I was thinking that it's easy to proof that if $$f : A \subset R \to C$$, then Re(f) and Im(f) are differentiable, because

$$\frac{Re(f(x)) - Re(f(a))}{x-a} = Re \left( \frac{f(x) - f(a)}{x-a} \right)$$

So $$\frac{d Re(f)}{d x} = Re \left( \frac{df}{dx} \right)$$

Is that correct?

But generally, when $$A \subset C$$, I'm not sure how to find a counter-example or proof that it is always differentiable...

We do have:

$$\frac{f(x) - f(a)}{x-a} = \frac{Re(f(x)) - Re(f(a))}{x-a} + \frac{Im(f(x)) - Im(f(a))}{x-a}i$$, but all I can get out of that is that if either Re(f) or Im(f) is differentiable, then the other is also.

Any ideas?

EDIT: weird, I thought I had posted this in Analysis (which would seem more logical...), I hope this isn't a problem

 

[Päällikkö]

If I understood your question correctly, do you mean something like the Cauchy-Riemann equations?
http://en.wikipedia.org/wiki/Cauchy-Riemann

 

[nonequilibrium]

Well we haven't seen those yet, I'm a first year undergraduate. I'm sure they are general equations that will surely give me the result I'm looking for, but is there anyone who can respond to my questions directly? It's in an effort to get a bit more feeling with complex differentiation. Thanks for your post.

 

[HallsofIvy]

It is true, in the complex numbers as in the real numbers, that d(f+ g)/dz= df/dz+ dg/dz.

In particular, if $f(z)= Re(z)+ i Im(z)$, then $\frac{df}{dz}= \frac{dRe(z)}{dz}+ \frac{dIm(z)}{dz}$. Those two derivatives must exist.

 

[nonequilibrium]

Our professor of Analysis stressed the fact slogans like "d(f+ g)/dz= df/dz+ dg/dz" must be used with caution, because they can only be used when you already know f and g are differentiable, so you can't use that to proof they are, right?

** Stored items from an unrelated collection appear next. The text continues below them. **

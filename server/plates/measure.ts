// Measurements of one layer's clean vector, read back from the SVG itself (not trusted from the
// generator): size, ink area, cut length, pieces, holes, nodes, the tallest piece (for a
// numerals layer, the numeral height), the margin to the edge, and the narrowest stroke.
//
// The narrowest stroke uses the pipeline's definition (narrowestFeature in
// server/pipeline/geometry.ts) on the vector rasterised at STROKE_PX_PER_MM or finer. To keep
// memory small, the vector is rasterised in windows: each window is a group of pieces whose
// bounding boxes (padded by WINDOW_PAD_MM) overlap, so every piece lies whole inside exactly one
// window and nothing else reaches into it; the layer's narrowest stroke is the least over the
// windows.
import type { Measurements } from '../../shared/types/pipeline'
import { readCleanVector, round2, type CutCurve } from '../cutsheet/path'
import { rasteriseSvg } from '../pipeline/fidelity'
import { measureCurves, narrowestFeatureMm, smallPieces } from '../pipeline/geometry'
import { DEFAULT_SMALL_PIECE_MM2 } from '../pipeline/run'
import type { ClosedCurve, Point, Segment } from '../pipeline/trace'
import { signByNesting } from './outline'

/** Resolution for the narrowest stroke: 20 px/mm puts a 0.05 mm step within one pixel. */
export const STROKE_PX_PER_MM = 20
/** Paper kept around each window, so the distance transform meets paper before the window's edge. */
export const WINDOW_PAD_MM = 1
/** Largest window in pixels; a larger one is rasterised coarser (and says so in strokePxPerMm). */
export const WINDOW_MAX_PIXELS = 24_000_000

export type LayerMeasurements = Pick<Measurements,
  'widthMm' | 'heightMm' | 'inkAreaMm2' | 'cutLengthMm' | 'pieces' | 'holes' | 'nodes' | 'narrowestFeatureMm' | 'smallPieces' | 'smallPieceLimitMm2'
> & {
  /** Height of the tallest piece of ink (an outer curve's bounding box), mm; null without ink. */
  tallestPieceMm: number | null
  /** Least distance from the ink's bounding box to the edge of the vector's box, mm; null without ink. */
  marginMm: number | null
  /** Bounding box of all ink, mm (y down from the top-left corner). */
  inkBounds: { minX: number; minY: number; maxX: number; maxY: number } | null
  /** Coarsest resolution at which the narrowest stroke was measured, px/mm (0 when skipped). */
  strokePxPerMm: number
}

interface Box { minX: number; minY: number; maxX: number; maxY: number }

const overlaps = (a: Box, b: Box) => a.minX <= b.maxX && b.minX <= a.maxX && a.minY <= b.maxY && b.minY <= a.maxY
const union = (a: Box, b: Box): Box => ({
  minX: Math.min(a.minX, b.minX), minY: Math.min(a.minY, b.minY), maxX: Math.max(a.maxX, b.maxX), maxY: Math.max(a.maxY, b.maxY),
})

/** Padded boxes of the pieces merged until no two overlap. */
export function strokeWindows(pieceBoxes: Box[], padMm = WINDOW_PAD_MM): Box[] {
  let boxes = pieceBoxes.map((b) => ({ minX: b.minX - padMm, minY: b.minY - padMm, maxX: b.maxX + padMm, maxY: b.maxY + padMm }))
  let merged = true
  while (merged) {
    merged = false
    const out: Box[] = []
    for (const b of boxes) {
      const i = out.findIndex((o) => overlaps(o, b))
      if (i >= 0) { out[i] = union(out[i]!, b); merged = true } else out.push(b)
    }
    boxes = out
  }
  return boxes
}

/** The layer's paths alone, in a document whose viewBox is the window. */
function windowDocument(svg: string, w: Box): string {
  const paths = [...svg.matchAll(/<path\b[^>]*\bd="([^"]*)"[^>]*>/g)].map((m) => `<path d="${m[1]}" fill-rule="evenodd"/>`)
  return `<svg xmlns="http://www.w3.org/2000/svg" viewBox="${w.minX} ${w.minY} ${w.maxX - w.minX} ${w.maxY - w.minY}">${paths.join('')}</svg>`
}

async function narrowestStroke(svg: string, windows: Box[], pxPerMm: number, maxPixels: number): Promise<{ mm: number | null; pxPerMm: number }> {
  let least: number | null = null
  let coarsest = pxPerMm
  for (const w0 of windows) {
    const wMm = w0.maxX - w0.minX, hMm = w0.maxY - w0.minY
    const k = Math.min(pxPerMm, Math.sqrt(maxPixels / (wMm * hMm)))
    const wPx = Math.ceil(wMm * k), hPx = Math.ceil(hMm * k)
    // Widen the window to whole pixels so both axes keep exactly k px/mm.
    const w = { ...w0, maxX: w0.minX + wPx / k, maxY: w0.minY + hPx / k }
    const bitmap = await rasteriseSvg(windowDocument(svg, w), wPx, hPx)
    const nf = narrowestFeatureMm(bitmap, wPx, hPx, k)
    if (nf !== null && (least === null || nf < least)) least = nf
    coarsest = Math.min(coarsest, k)
  }
  return { mm: least, pxPerMm: coarsest }
}

export interface MeasureLayerOptions {
  /** Resolution for the narrowest stroke (default STROKE_PX_PER_MM). */
  pxPerMm?: number
  /** Largest window in pixels before the resolution is lowered (default WINDOW_MAX_PIXELS). */
  maxWindowPixels?: number
  /** false: skip the narrowest stroke (narrowestFeatureMm null), for a quick look at the geometry. */
  stroke?: boolean
  smallPieceMm2?: number
  /**
   * Measure only the ink lying inside this box (mm, in the vector's coordinates), as if the box
   * were the vector: a layered plate's layer carries registration marks outside the plate.
   */
  within?: Box
}

const inside = (b: Box, w: Box) => b.minX >= w.minX - 0.01 && b.minY >= w.minY - 0.01 && b.maxX <= w.maxX + 0.01 && b.maxY <= w.maxY + 0.01

/**
 * Curves read back on the clean vector's 0.01 mm grid. Relative coordinates summed back up carry
 * floating-point error (19.36, 17.220000000000002), which would add a closing line 10⁻¹⁴ mm
 * long to a curve; snapping to the grid and dropping lines of no length removes it.
 */
function onGrid(curves: CutCurve[]): CutCurve[] {
  const p = (pt: Point): Point => ({ x: round2(pt.x), y: round2(pt.y) })
  return curves.map((c) => ({
    segments: c.segments
      .map((s): Segment => s.kind === 'line'
        ? { kind: 'line', from: p(s.from), to: p(s.to) }
        : { kind: 'cubic', from: p(s.from), c1: p(s.c1), c2: p(s.c2), to: p(s.to) })
      .filter((s) => s.kind !== 'line' || s.from.x !== s.to.x || s.from.y !== s.to.y),
  })).filter((c) => c.segments.length > 0)
}

/** Measurements of a clean vector (one layer), read from its SVG. */
export async function measureLayer(svg: string, options: MeasureLayerOptions = {}): Promise<LayerMeasurements> {
  const pxPerMm = options.pxPerMm ?? STROKE_PX_PER_MM
  const limit = options.smallPieceMm2 ?? DEFAULT_SMALL_PIECE_MM2
  const vector = readCleanVector(svg)
  const w = options.within
  const all: ClosedCurve[] = signByNesting(onGrid(vector.curves))
  const curves = w ? all.filter((c) => { const b = measureCurves([c], 1).bounds; return b !== null && inside(b, w) }) : all
  const g = measureCurves(curves, 1)
  const pieceBoxes: Box[] = []
  let tallest: number | null = null
  for (const c of curves) {
    if (c.sign < 0) continue
    const b = measureCurves([c], 1).bounds
    if (!b) continue
    pieceBoxes.push(b)
    tallest = Math.max(tallest ?? 0, b.maxY - b.minY)
  }
  const stroke = options.stroke === false
    ? { mm: null, pxPerMm: 0 }
    : await narrowestStroke(svg, strokeWindows(pieceBoxes), pxPerMm, options.maxWindowPixels ?? WINDOW_MAX_PIXELS)
  const o = w ? { x: w.minX, y: w.minY } : { x: 0, y: 0 }
  const widthMm = w ? round2(w.maxX - w.minX) : vector.widthMm
  const heightMm = w ? round2(w.maxY - w.minY) : vector.heightMm
  const b = g.bounds && { minX: g.bounds.minX - o.x, minY: g.bounds.minY - o.y, maxX: g.bounds.maxX - o.x, maxY: g.bounds.maxY - o.y }
  return {
    widthMm,
    heightMm,
    inkAreaMm2: g.inkAreaMm2,
    cutLengthMm: g.cutLengthMm,
    pieces: g.pieces,
    holes: g.holes,
    nodes: g.nodeCount,
    narrowestFeatureMm: stroke.mm,
    smallPieces: smallPieces(curves, 1, limit).length,
    smallPieceLimitMm2: limit,
    tallestPieceMm: tallest,
    marginMm: b ? Math.min(b.minX, b.minY, widthMm - b.maxX, heightMm - b.maxY) : null,
    inkBounds: b,
    strokePxPerMm: stroke.pxPerMm,
  }
}

/** What the robot check needs from a plate revision, at the revision's own size. */
export interface PlateFigures {
  [key: string]: number | null
  numeralHeightMm: number | null
  strokeMm: number | null
  marginMm: number | null
  plateWidthMm: number
  plateHeightMm: number
}

/**
 * The figures of a plate from its numerals layer's measurements (every layer of a plate has
 * the plate's size). Scale them to a placement with scaleToPlacement (shared/plates/check.ts).
 */
export function plateFigures(numerals: LayerMeasurements): PlateFigures {
  return {
    numeralHeightMm: numerals.tallestPieceMm,
    strokeMm: numerals.narrowestFeatureMm,
    marginMm: numerals.marginMm,
    plateWidthMm: numerals.widthMm,
    plateHeightMm: numerals.heightMm,
  }
}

For example, if f: R -> R: x -> |x| - |x|, then f is the zero function and obviously differentiable, but clearly the terms seperately aren't

 

[Cyosis]

It follows directly from the Cauchy-Riemann equations.

 

[jackmell]

Hello.

I was wondering if you have a complex function $$f: A \subset C \to C$$ everywhere differentiable on A, can you say anything about the existence of $$\frac{d Re(f)}{d z}$$ or $$\frac{d Im(f)}{d z}$$?

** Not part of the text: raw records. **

// A film's test grid on this program's laser: the cut sheet of squares at many powers and
// speeds, and the record of which square weeded cleanly, which becomes the film's laser settings.
import { createError } from 'h3'
import type { z } from 'zod'
import type { TestGridPlan } from '#shared/types/films'
import type { filmTestSchema, testGridSchema } from '#shared/utils/schemas'
import { testGrid, type TestGrid } from '../cutsheet/test-grid'
import { fileSlug } from '../platform/file-names'
import { inTransaction, type Db } from '../platform/db'
import { fieldError } from '../platform/http'
import type { Actor } from '../policy'
import { audit, by } from '../history/service'
import type { FilmRow } from './queries'
import { filmDetail, findFilm } from './service'

export type GridInput = z.output<typeof testGridSchema>

/** The grid for the film's sheet; a range the grid cannot hold, or a grid the sheet cannot, is a 422 saying what to change. */
export function gridFor(film: Pick<FilmRow, 'sheet_width_mm' | 'sheet_height_mm'>, g: GridInput): TestGrid {
  try {
    return testGrid({ power: g.power, speed: g.speed, squareMm: g.squareMm, sheetWidthMm: film.sheet_width_mm, sheetHeightMm: film.sheet_height_mm })
  } catch (err) {
    if (err instanceof RangeError) throw createError({ statusCode: 422, message: err.message })
    throw err
  }
}

export function gridPlan(film: FilmRow, g: GridInput): TestGridPlan {
  const grid = gridFor(film, g)
  return { widthMm: grid.widthMm, heightMm: grid.heightMm, rows: grid.rows, columns: grid.columns, passes: g.passes }
}

export function gridFile(film: FilmRow, g: GridInput, format: 'svg' | 'dxf'): { files: string[]; name: string } {
  const grid = gridFor(film, g)
  return { files: [grid[format]], name: `test-grid-${fileSlug(film.name, 40, 'film')}-p${g.power.from}-${g.power.to}-s${g.speed.from}-${g.speed.to}` }
}

/**
 * Records a test cut made from the grid `input.grid`: the square that weeded cleanly (its power
 * and speed read from the same grid, so the record says exactly what the file said) becomes the
 * film's laser settings, with the grid's passes; a measured kerf becomes the film's kerf. The
 * caller has checked `film.test`.
 */
export async function recordTest(db: Db, actor: Actor, id: number, input: z.output<typeof filmTestSchema>) {
  await inTransaction(db, async (trx) => {
    const film = await findFilm(trx, actor, id)
    const grid = gridFor(film, input.grid)
    const square = input.square ? grid.squares.find((s) => s.label === input.square) : null
    if (input.square && !square) {
      throw fieldError(400, `There is no square ${input.square} on this grid: its squares run from A1 to ${grid.squares.at(-1)!.label}.`, 'square', 'Not on this grid.')
    }
    await trx.insertInto('film_test').values({
      film_id: id, tested_by: actor.id, grid: JSON.stringify(input.grid), square: square?.label ?? null,
      power_pct: square?.powerPercent ?? null, speed_mm_s: square?.speedMmS ?? null, passes: input.grid.passes, kerf_mm: input.kerfMm, note: input.note,
    }).execute()
    const settings = square ? { laser_power_pct: square.powerPercent, laser_speed_mm_s: square.speedMmS, laser_passes: input.grid.passes } : {}
    const kerf = input.kerfMm !== null ? { kerf_mm: input.kerfMm } : {}
    if (square || input.kerfMm !== null) await trx.updateTable('film').set({ ...settings, ...kerf }).where('id', '=', id).execute()
    await audit(trx, {
      ...by(actor), action: 'test-film', subject: 'film', subjectId: id,
      detail: { name: film.name, square: square?.label ?? null, powerPct: square?.powerPercent ?? null, speedMmS: square?.speedMmS ?? null, passes: input.grid.passes, kerfMm: input.kerfMm },
    })
  })
  return filmDetail(db, actor, id)
}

I'd say those derivatives exist since for differentiable function $f(z)=u(x,y)+iv(x,y)$:

$$\frac{du}{dz}=\frac{du}{dx}{\frac{dx}{dz}+\frac{du}{dy}\frac{dy}{dz}$$

$$\frac{dv}{dz}=\frac{dv}{dx}{\frac{dx}{dz}+\frac{dv}{dy}\frac{dy}{dz}$$

and those derivatives exists since $f(z)$ is differentiable by assumption.

 

[nonequilibrium]

Hm... I'm sorry if I'm being high-maintenance here and I thank you all for trying to help, but I was wondering if there's a way to see they're differentiable without the theory of the Cauchy-Riemann equations or the use of partial derivatives (but for example with the definition of derivative or close to that)

 

[Cvan]

Hm... I'm sorry if I'm being high-maintenance here and I thank you all for trying to help, but I was wondering if there's a way to see they're differentiable without the theory of the Cauchy-Riemann equations or the use of partial derivatives (but for example with the definition of derivative or close to that)

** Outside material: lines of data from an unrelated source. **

import { jsonObjectFrom } from 'kysely/helpers/postgres'
import type { Db } from '../platform/db'

const TEST_COLUMNS = ['film_test.id', 'film_test.film_id', 'film_test.tested_at', 'film_test.grid', 'film_test.square', 'film_test.power_pct', 'film_test.speed_mm_s',
  'film_test.passes', 'film_test.kerf_mm', 'film_test.note', 'tester.name as by'] as const

/** A film's test cuts, with who made them. */
function testsOf(db: Db) {
  return db.selectFrom('film_test').innerJoin('users as tester', 'tester.id', 'film_test.tested_by').select(TEST_COLUMNS)
}

export type FilmTestRow = Awaited<ReturnType<ReturnType<typeof testsOf>['executeTakeFirstOrThrow']>>

/** The film's own columns with its register entry, the lab's approver and its latest test, in one row. */
function filmsWithRegister(db: Db) {
  return db.selectFrom('film')
    .innerJoin('polymer', 'polymer.code', 'film.polymer_code')
    .leftJoin('users as approver', 'approver.id', 'film.lab_approved_by')
    .selectAll('film')
    .select((eb) => [
      'polymer.name as polymer_name', 'polymer.names as polymer_names', 'polymer.halogens as polymer_halogens', 'polymer.chlorine_free as polymer_chlorine_free',
      'polymer.why as polymer_why', 'polymer.sources as polymer_sources', 'approver.name as approver_name',
      jsonObjectFrom(eb.selectFrom('film_test').innerJoin('users as tester', 'tester.id', 'film_test.tested_by').select(TEST_COLUMNS)
        .whereRef('film_test.film_id', '=', 'film.id').orderBy('film_test.id', 'desc').limit(1)).as('last_test'),
    ])
}

export type FilmRow = Awaited<ReturnType<ReturnType<typeof filmsWithRegister>['executeTakeFirstOrThrow']>>

export function filmsOfProgram(db: Db, programId: number): Promise<FilmRow[]> {
  return filmsWithRegister(db).where('film.program_id', '=', programId).orderBy('film.retired').orderBy('film.name').execute()
}

export function filmOfProgram(db: Db, programId: number, id: number): Promise<FilmRow | undefined> {
  return filmsWithRegister(db).where('film.id', '=', id).where('film.program_id', '=', programId).executeTakeFirst()
}

export function filmTests(db: Db, filmId: number): Promise<FilmTestRow[]> {
  return testsOf(db).where('film_test.film_id', '=', filmId).orderBy('film_test.id', 'desc').execute()
}

export function stockEvents(db: Db, filmId: number, limit = 50) {
  return db.selectFrom('film_stock_event').innerJoin('users', 'users.id', 'film_stock_event.by_user')
    .select(['film_stock_event.id', 'film_stock_event.at', 'film_stock_event.kind', 'film_stock_event.change', 'film_stock_event.on_hand',
      'film_stock_event.job_id', 'film_stock_event.note', 'users.name as by'])
    .where('film_stock_event.film_id', '=', filmId).orderBy('film_stock_event.id', 'desc').limit(limit).execute()
}

/** Whether any placement or job uses the film: then its polymer and the lab's approval stay as they are. */
export async function filmInUse(db: Db, filmId: number): Promise<boolean> {
  const row = await db.selectFrom('placement').select('id').where('film_id', '=', filmId)
    .union(db.selectFrom('job').select('id').where('film_id', '=', filmId)).limit(1).executeTakeFirst()
  return !!row
}

export function polymerRows(db: Db) {
  return db.selectFrom('polymer').selectAll().orderBy('code').execute()
}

I'm not a mathematics major, but I don't think there is. I mean, if you've been exposed to multivariable calculus, then you should have learned that a limit can only be a limit if it's the limit coming from all directions. It's the same thing in complex differentiation. The limit has to be defined from all directions on the real and imaginary axes, otherwise differentiating doesn't make sense. The formal way of expressing this condition (to check) is the cauchy-riemann equations.

 

[nonequilibrium]

But is there a reason why the principle of a limit being taken from infinite directions should demand the use of partial derivates? In my course of Analysis I we never saw one partial derivative (material of Analysis II), but we did see a little bit of complex differentiation, just straight with the definition of derivative.

For example, in my OP I proved (I think, if it is correct) that in the case of f: R -> C, the Re(f) and Im(f) are differentiable if f is, I'm looking for a similar proof for f: C -> C.

 

[elibj123]

This is the definition of a partial derivative - the derivative of a function when you're approaching a point from different directions. So when you are talking about function of two variables (like in the case of complex functions) you must talk about partial derivatives. (However, if a complex function is analytic, then the derivative wrt z is not called a partial derivative)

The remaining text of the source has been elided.